Date: 9/11/96 at 18:21:42
From: F. Fitzpatrick
Subject: Definitions: Relatively Prime, Proper Factor

What does it mean to be relatively prime?
What is a proper factor?


Date: 9/11/96 at 19:18:36
From: Doctor Tom
Subject: Re: Definitions: Relatively Prime, Proper Factor

Two integers are relatively prime if the largest divisor they
have in common is one.

For example, 8 and 12 are NOT relatively prime, because the
number 4 divides evenly into both of them.

The numbers 35 and 27 are relatively prime since no number
larger than 1 goes evenly into both.

To find out if two numbers are relatively prime, you can use
"Euclid's Algorithm" to find their greatest common divisor (GCD).
If the GCD is equal to 1, the numbers are relatively prime.

Look up GCD or Euclid's algorithm in any elementary book on
number theory.


>What is a proper factor?

A proper factor is a factor other than 1 or the number.
[Ed note: see below.]

For example, the numbers that divide evenly into 12 include:  
1, 2, 3, 4, 6, and 12.  They are all factors of 12 but only 
2, 3, 4, and 6 are proper factors.

-Doctor Tom,  The Math Forum
 Check out our web site!  http://mathforum.org/dr.math/   


Date: 9/12/96 at 0:0:4
From: F. Fitzpatrick
Subject: Re: Definitions: Relatively Prime, Proper Factor

Thank you for your response to my question (and so fast!!!).  It 
really helped a lot, and my Algebra teacher is going to think I am a 
genius (well, maybe not).  Thanks again for 
your response to my question.  


Date: 04/29/2001 at 18:52:36
From: Anthony Carpenter
Subject: Can 1 be considered a Proper Factor?

Dr.
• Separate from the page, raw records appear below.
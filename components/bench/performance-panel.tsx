"use client";

// Parses with zod in the browser: its settings (no eval, field words) first.
import "@/lib/client/zod-setup";

import { useMutation, useQueryClient } from "@tanstack/react-query";
import { useState } from "react";
import { passbandRows } from "@/lib/engine/certificates/performance-section";
import {
  judgePerformance,
  performanceConditionsSchema,
  toMicrovolts,
  toMilliwatts,
  type PerformanceConditions,
  type SignalUnit,
} from "@/lib/engine/performance";
import { formatNumber, judgeReading, readingValueProblem } from "@/lib/engine/verdicts";
import { parseSweepText } from "@/lib/validation/performance";
import { api, ApiError, errorText } from "@/lib/client/bench-api";
import { benchKeys } from "@/lib/client/bench-query-keys";
import { PassbandPlot } from "./passband-plot";
import type { BenchSheetJson } from "./types";
import { VerdictBadge } from "./verdict-badge";

type Perf = BenchSheetJson["performance"];
type Row = Perf["requirements"][number];
type Sweep = Perf["sweeps"][number];

const GROUP_TITLE = (code: string): string => {
  if (code.startsWith("perf.sensitivity.")) return `Sensitivity, band ${Number(code.split(".")[2]) + 1}`;
  if (code === "perf.audio") return "Noise, AVC, output and hum";
  if (code === "perf.transistor") return "Transistor set: idle current and bias";
  if (code === "perf.tubes") return "Tubes on the tester (against the tester's minimum)";
  return code;
};

// The units a reading may be typed in; it is stored in the first.
const ENTRY_UNITS: Partial<Record<Row["unit"], string[]>> = { µV: ["µV", "dBµV", "dBm"], mW: ["mW", "V"] };

const numberOrNull = (text: string): number | null | undefined => {
  const s = text.trim().replace(/[−–]/g, "-").replace(/,/g, "");
  if (s === "") return null;
  const n = Number(s);
  return Number.isFinite(n) ? n : undefined;
};

function PerformanceRow({ r, jobId, editable, loadOhms }: { r: Row; jobId: string; editable: boolean; loadOhms: number }) {
  const qc = useQueryClient();
  const units = ENTRY_UNITS[r.unit] ?? [r.unit];
  const [unit, setUnit] = useState(units[0]!);
  const [text, setText] = useState(r.value === null ? "" : formatNumber(r.value, 4));
  const [figureText, setFigureText] = useState(r.figure === null ? "" : formatNumber(r.figure, 4));
  const [error, setError] = useState<string | null>(null);
  const id = `pf-${r.key.replaceAll(".", "-")}`;

  let value: number | null | undefined = numberOrNull(text);
  let problem: string | null = value === undefined ? "Enter a number." : null;
  if (value !== null && value !== undefined && unit !== r.unit) {
    try {
      value = r.unit === "µV" ? toMicrovolts(value, unit as SignalUnit) : toMilliwatts(value, unit as "V", loadOhms);
    } catch (e) {
      problem = e instanceof Error ? e.message : "Enter a number.";
      value = undefined;
    }
  }
  if (!problem && value !== null && value !== undefined) problem = readingValueProblem(r, value);
  const figure = numberOrNull(figureText);
  const figureProblem =
    figure === undefined ? "Enter a number, or leave it empty." : figure === null ? null : readingValueProblem(r, figure);
  // The verdict as typed, against the figure as typed: the same judgement the server makes once saved.
  const live =
    problem || value === undefined
      ? "invalid"
      : figureProblem || figure === undefined
        ? judgeReading(r, value).verdict
        : judgePerformance(r.direction, figure, r.unit, value).verdict;
  const dirty = (value ?? null) !== r.value || (figure ?? null) !== r.figure;

  const save = useMutation({
    mutationFn: async () => {
      if ((figure ?? null) !== r.figure)
        await api(`/api/bench/jobs/${jobId}/performance`, { method: "PUT", body: { enabled: true, figures: { [r.key]: figure ?? null } } });
      if ((value ?? null) !== r.value)
        await api(`/api/bench/jobs/${jobId}/readings`, { method: "POST", body: { key: r.key, value: value ?? null } });
    },
    onSuccess: () => {
      setError(null);
      if (unit !== r.unit) {
        setUnit(r.unit);
        setText(value === null || value === undefined ? "" : formatNumber(value, 4));
      }
    },
    onError: (e) => setError(e instanceof ApiError ? (Object.values(e.fields)[0] ?? e.message) : errorText(e)),
    onSettled: () => void qc.invalidateQueries({ queryKey: benchKeys.sheet(jobId) }),
  });
  const onSave = () => {
    if (problem || figureProblem || value === undefined || figure === undefined) {
      setError(problem ?? figureProblem ?? "Enter a number.");
      return;
    }
    save.mutate();
  };
  return (
    <tr data-performance={r.key} data-verdict={live}>
      <th scope="row" className="font-normal">
        <label htmlFor={id}>{r.label}</label>
      </th>
      <td>
        <div className="flex items-center gap-1">
          <input
            id={id}
            inputMode="decimal"
            autoComplete="off"
            className="field-input figure mt-0 w-24 py-0.5 text-right"
            value={text}
            disabled={!editable}
            aria-invalid={live === "invalid" && text.trim() !== "" ? true : undefined}
            aria-describedby={`${id}-tol${error || (problem && text.trim() !== "") ? ` ${id}-error` : ""}`}
            onChange={(e) => setText(e.target.value)}
            onKeyDown={(e) => {
              if (e.key === "Enter") {
                e.preventDefault();
                onSave();
              }
            }}
          />
          {units.length > 1 ? (
            <select
              aria-label={`Unit for ${r.label}`}
              className="field-input mt-0 w-auto py-0.5 text-sm"
              value={unit}
              disabled={!editable}
              onChange={(e) => setUnit(e.target.value)}
            >
              {units.map((u) => (
                <option key={u} value={u}>
                  {u === "dBm" ? "dBm (50 Ω)" : u === "V" ? "V rms" : u}
                </option>
              ))}
            </select>
          ) : (
            <span className="figure text-sm">{r.unit}</span>
          )}
        </div>
        {unit !== r.unit && value !== null && value !== undefined && !problem ? (
          <span className="block figure text-xs text-bakelite-muted">
            = {formatNumber(value, 3)} {r.unit}
          </span>
        ) : null}
        {error || (problem && text.trim() !== "") ? (
          <p id={`${id}-error`} className="field-error">
            {error ?? problem}
          </p>
        ) : null}
      </td>
      <td>
        <label className="sr-only" htmlFor={`${id}-figure`}>
          {r.figureSource === "the tester's minimum" ? "Tester's minimum" : "Service figure"} for {r.label}, {r.unit}
        </label>
        <input
          id={`${id}-figure`}
          inputMode="decimal"
          autoComplete="off"
          placeholder="none"
          className="field-input figure mt-0 w-20 py-0.5 text-right"
          value={figureText}
          disabled={!editable}
          aria-invalid={figureProblem ? true : undefined}
          onChange={(e) => setFigureText(e.target.value)}
        />
        {figureProblem ? <p className="field-error">{figureProblem}</p> : null}
      </td>
      <td id={`${id}-tol`} className="text-xs">
        {r.toleranceText}
      </td>
      <td aria-live="polite">
        <VerdictBadge verdict={live} />
      </td>
      <td className="text-xs text-bakelite-muted">
        {save.isPending ? (
          "Saving…"
        ) : dirty ? (
          <button type="button" className="btn-quiet px-1 py-0 text-xs" onClick={onSave} disabled={!editable}>
            Save<span className="sr-only"> {r.label}</span>
          </button>
        ) : r.recordedAt ? (
          <span>Saved{r.recordedByName ? ` by ${r.recordedByName}` : ""}</span>
        ) : (
          "—"
        )}
      </td>
    </tr>
  );
}

const CONDITION_FIELDS: { key: keyof PerformanceConditions; label: string }[] = [
  { key: "referenceOutputMW", label: "Reference output, mW" },
  { key: "loadOhms", label: "Load, Ω" },
  { key: "modulationPercent", label: "Modulation, %" },
  { key: "modulationHz", label: "Modulation frequency, Hz" },
  { key: "snrInputUV", label: "Signal-to-noise input, µV" },
  { key: "avcLowUV", label: "AVC input, low, µV" },
  { key: "avcHighUV", label: "AVC input, high, µV" },
  { key: "distortionPercent", label: "Distortion at maximum output, %" },
  { key: "batteryVolts", label: "Nominal battery voltage, V" },
];

function Conditions({ perf, jobId, editable }: { perf: Perf; jobId: string; editable: boolean }) {
  const qc = useQueryClient();
  const [values, setValues] = useState<Record<string, string>>(() =>
    Object.fromEntries(CONDITION_FIELDS.map((f) => [f.key, perf.conditions[f.key] === undefined ? "" : String(perf.conditions[f.key])])),
  );
  const [errors, setErrors] = useState<Record<string, string>>({});
  const [saved, setSaved] = useState(false);
  const m = useMutation({
    mutationFn: (conditions: PerformanceConditions) =>
      api(`/api/bench/jobs/${jobId}/performance`, { method: "PUT", body: { enabled: true, conditions } }),
    onSuccess: () => setSaved(true),
    onError: (e) => setErrors({ form: errorText(e) }),
    onSettled: () => void qc.invalidateQueries({ queryKey: benchKeys.sheet(jobId) }),
  });
  return (
    <details className="mt-2 text-sm">
      <summary className="cursor-pointer">Conditions the readings are taken under</summary>
      <form
        noValidate
        className="mt-2 grid gap-2 sm:grid-cols-3"
        onSubmit={(e) => {
          e.preventDefault();
          setSaved(false);
          const raw = Object.fromEntries(
            Object.entries(values)
              .filter(([, v]) => v.trim() !== "")
              .map(([k, v]) => [k, Number(v.trim())]),
          );
          const parsed = performanceConditionsSchema.safeParse(raw);
          if (!parsed.success) {
            setErrors(Object.fromEntries(parsed.error.issues.map((i) => [String(i.path[0]), i.message])));
            return;
          }
          setErrors({});
          m.mutate(parsed.data);
        }}
      >
        {CONDITION_FIELDS.map((f) => (
          <div key={f.key}>
            <label htmlFor={`pc-${f.key}`} className="block text-xs">
              {f.label}
            </label>
            <input
              id={`pc-${f.key}`}
              inputMode="decimal"
              className="field-input figure mt-0 py-0.5"
              value={values[f.key] ?? ""}
              disabled={!editable}
              aria-invalid={errors[f.key] ? true : undefined}
              aria-describedby={errors[f.key] ? `pc-${f.key}-error` : undefined}
              onChange={(e) => setValues((v) => ({ ...v, [f.key]: e.target.value }))}
            />
            {errors[f.key] ? (
              <p id={`pc-${f.key}-error`} className="field-error">
                {errors[f.key]}
              </p>
            ) : null}
          </div>
        ))}
        <div className="sm:col-span-3">
          <button type="submit" className="btn-secondary py-1" disabled={!editable || m.isPending}>
            Save conditions
          </button>
          {saved ? (
            <span className="ml-2 text-xs" role="status">
              Saved.
            </span>
          ) : null}
          {errors.form ? <p className="field-error">{errors.form}</p> : null}
        </div>
      </form>
    </details>
  );
}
Math,

I did a search on your Web site to find some information on Proper 
Factors. I understand the concept; however, I am not sure what exactly 
makes up proper factors of a numeral. For example, the proper factors 
of 6 are 1, 2, and 3, is that correct? 

The reason I am asking is that I am taking a Survey of Mathematics 
class and it has some examples where 1 is considered a proper factor.  
Specifically my book says that the proper factors of 8 are 1, 2, and 
4. In a question I found on your site for the proper factors of 12, 
someone said that the proper factors would be 2, 3, 4, and 6. What 
about 1?

Any help you can provide would be appreciated.
Thank you.


Date: 04/30/2001 at 14:10:45
From: Doctor Greenie
Subject: Re: Can 1 be considered a Proper Factor?

Hi, Anthony -

I think you will find there are different opinions regarding the 
correct way to answer.

Clearly, your question cannot be answered until we have an agreement 
on what the terms "factor" and "proper factor" mean, and I will throw 
in the terms "divisor" and "proper divisor" also. I think you will 
find disagreement among mathematicians on the meanings of some of 
these terms.

You shouldn't find any disagreement among mathematicians that the 
prime factorization of 12 is 2*2*3. But to some mathematicians, this 
prime factorization means that 12 "has two prime factors" ("2 and 3"), 
whereas to others it means that 12 "has three prime factors" ("2, 2, 
and 3").

When you talk about "the factors of a number" instead of "the prime 
factors of a number," you are getting into language that is even more 
ambiguous. If you ask 1000 mathematicians to name the factors of 12, I 
suspect a large percentage will interpret the question as meaning 
prime factors, and they will respond, as suggested in the preceding 
paragraph, either "2 and 3" or "2, 2, and 3."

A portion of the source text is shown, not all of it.